Exact copies of all the lines below are required.

** DATA EXCERPTS follows **

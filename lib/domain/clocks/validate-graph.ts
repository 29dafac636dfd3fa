import type { ProcedureBody, Step } from '@/lib/domain/clocks/procedure'
import { loopKeyOf, referencesOf } from '@/lib/domain/clocks/references'
import type { ProcedureFault } from '@/lib/domain/clocks/validate'

type Edges = ReadonlyMap<string, string[]>

/** Circles outside declared loops: the step on each from which it can be told. */
export function circles(body: ProcedureBody): ProcedureFault[] {
  const edges = edgesOf(body)
  const faults: ProcedureFault[] = []
  const settled = new Set<string>()
  for (const { key } of body.steps) {
    const circle = circleFrom(edges, key, [], settled)
    if (!circle) continue
    faults.push({
      step: circle[0],
      field: 'start',
      message: `These steps wait for one another without a declared loop: ${circle.join(', ')}.`,
    })
    for (const one of circle) settled.add(one)
  }
  return faults
}

/** What has to be known before a step can be computed. */
function edgesOf(body: ProcedureBody): Edges {
  return new Map(
    body.steps.map((step) => [
      step.key,
      referencesOf(step).flatMap((reference) => {
        const loop = body.loops.find((one) => one.scope.includes(reference.step))
        const outside = loop !== undefined && loop.key !== loopKeyOf(body, step.key)
        const rounds = outside ? [loop.again.step] : []
        if (reference.booked || reference.instance === 'previous') return rounds
        return [reference.step, ...rounds]
      }),
    ]),
  )
}

function circleFrom(
  edges: Edges,
  key: string,
  path: string[],
  settled: Set<string>,
): string[] | null {
  const at = path.indexOf(key)
  if (at >= 0) return path.slice(at)
  if (settled.has(key)) return null
  for (const next of edges.get(key) ?? []) {
    const circle = circleFrom(edges, next, [...path, key], settled)
    if (circle) return circle
  }
  settled.add(key)
  return null
}

/** Steps that no course of events can start, and joins that wait for such a step. */
export function orphans(body: ProcedureBody): ProcedureFault[] {
  const startable = startableSteps(body)
  const title = (key: string) => body.steps.find((step) => step.key === key)?.title ?? key
  return body.steps
    .filter((step) => !startable.has(step.key))
    .map((step) => {
      const missing = firstRound(step).filter((ref) => !startable.has(ref.step))
      const joins = step.start?.mode === 'all' && missing.length < firstRound(step).length
      const names = missing.map((ref) => title(ref.step)).join(', ')
      const message = joins
        ? `The join never closes: ${names} can never start.`
        : `Nothing can start this step${names ? `; it waits for ${names}` : ''}.`
      return { step: step.key, field: 'start', message }
    })
}

/** What starts the first round: further rounds are started by the one before. */
function firstRound(step: Step) {
  return (step.start?.of ?? []).filter((ref) => ref.instance !== 'previous')
}

function startableSteps(body: ProcedureBody): Set<string> {
  const startable = new Set<string>()
  const canStart = (step: Step) => {
    if (!step.start || step.kind === 'anytime') return true
    const refs = firstRound(step)
    if (refs.length === 0) return false
    const met = refs.filter((ref) => startable.has(ref.step))
    return step.start.mode === 'all' ? met.length === refs.length : met.length > 0
  }
  for (let grew = true; grew;) {
    const before = startable.size
    for (const step of body.steps) if (canStart(step)) startable.add(step.key)
    grew = startable.size > before
  }
  return startable
}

** End of DATA EXCERPTS **

• RESPONSE TO THE EXERCISE:
filename lib/domain/clocks/validate-graph.ts
repository 29dafac636dfd3fa
import type { ProcedureBody, Step } from '@/lib/domain/clocks/procedure'
import { loopKeyOf, referencesOf } from '@/lib/domain/clocks/references'
import type { ProcedureFault } from '@/lib/domain/clocks/validate'

type Edges = ReadonlyMap<string, string[]>

/** Circles outside declared loops: the step on each from which it can be told. */
export function circles(body: ProcedureBody): ProcedureFault[] {
  const edges = edgesOf(body)
  const faults: ProcedureFault[] = []
  const settled = new Set<string>()
  for (const { key } of body.steps) {
    const circle = circleFrom(edges, key, [], settled)
    if (!circle) continue
    faults.push({
      step: circle[0],
      field: 'start',
      message: `These steps wait for one another without a declared loop: ${circle.join(', ')}.`,
    })
    for (const one of circle) settled.add(one)
  }
  return faults
}

/** What has to be known before a step can be computed. */
function edgesOf(body: ProcedureBody): Edges {
  return new Map(
    body.steps.map((step) => [
      step.key,
      referencesOf(step).flatMap((reference) => {
        const loop = body.loops.find((one) => one.scope.includes(reference.step))
        const outside = loop !== undefined && loop.key !== loopKeyOf(body, step.key)
        const rounds = outside ? [loop.again.step] : []
        if (reference.booked || reference.instance === 'previous') return rounds
        return [reference.step, ...rounds]
      }),
    ]),
  )
}

function circleFrom(
  edges: Edges,
  key: string,
  path: string[],
  settled: Set<string>,
): string[] | null {
  const at = path.indexOf(key)
  if (at >= 0) return path.slice(at)
  if (settled.has(key)) return null
  for (const next of edges.get(key) ?? []) {
    const circle = circleFrom(edges, next, [...path, key], settled)
    if (circle) return circle
  }
  settled.add(key)
  return null
}

/** Steps that no course of events can start, and joins that wait for such a step. */
export function orphans(body: ProcedureBody): ProcedureFault[] {
  const startable = startableSteps(body)
  const title = (key: string) => body.steps.find((step) => step.key === key)?.title ?? key
  return body.steps
    .filter((step) => !startable.has(step.key))
    .map((step) => {
      const missing = firstRound(step).filter((ref) => !startable.has(ref.step))
      const joins = step.start?.mode === 'all' && missing.length < firstRound(step).length
      const names = missing.map((ref) => title(ref.step)).join(', ')
      const message = joins
        ? `The join never closes: ${names} can never start.`
        : `Nothing can start this step${names ? `; it waits for ${names}` : ''}.`
      return { step: step.key, field: 'start', message }
    })
}

/** What starts the first round: further rounds are started by the one before. */
function firstRound(step: Step) {
  return (step.start?.of ?? []).filter((ref) => ref.instance !== 'previous')
}

function startableSteps(body: ProcedureBody): Set<string> {
  const startable = new Set<string>()
  const canStart = (step: Step) => {
    if (!step.start || step.kind === 'anytime') return true
    const refs = firstRound(step)
    if (refs.length === 0) return false
    const met = refs.filter((ref) => startable.has(ref.step))
    return step.start.mode === 'all' ? met.length === refs.length : met.length > 0
  }
  for (let grew = true; grew;) {
    const before = startable.size
    for (const step of body.steps) if (canStart(step)) startable.add(step.key)
    grew = startable.size > before
  }
  return startable
}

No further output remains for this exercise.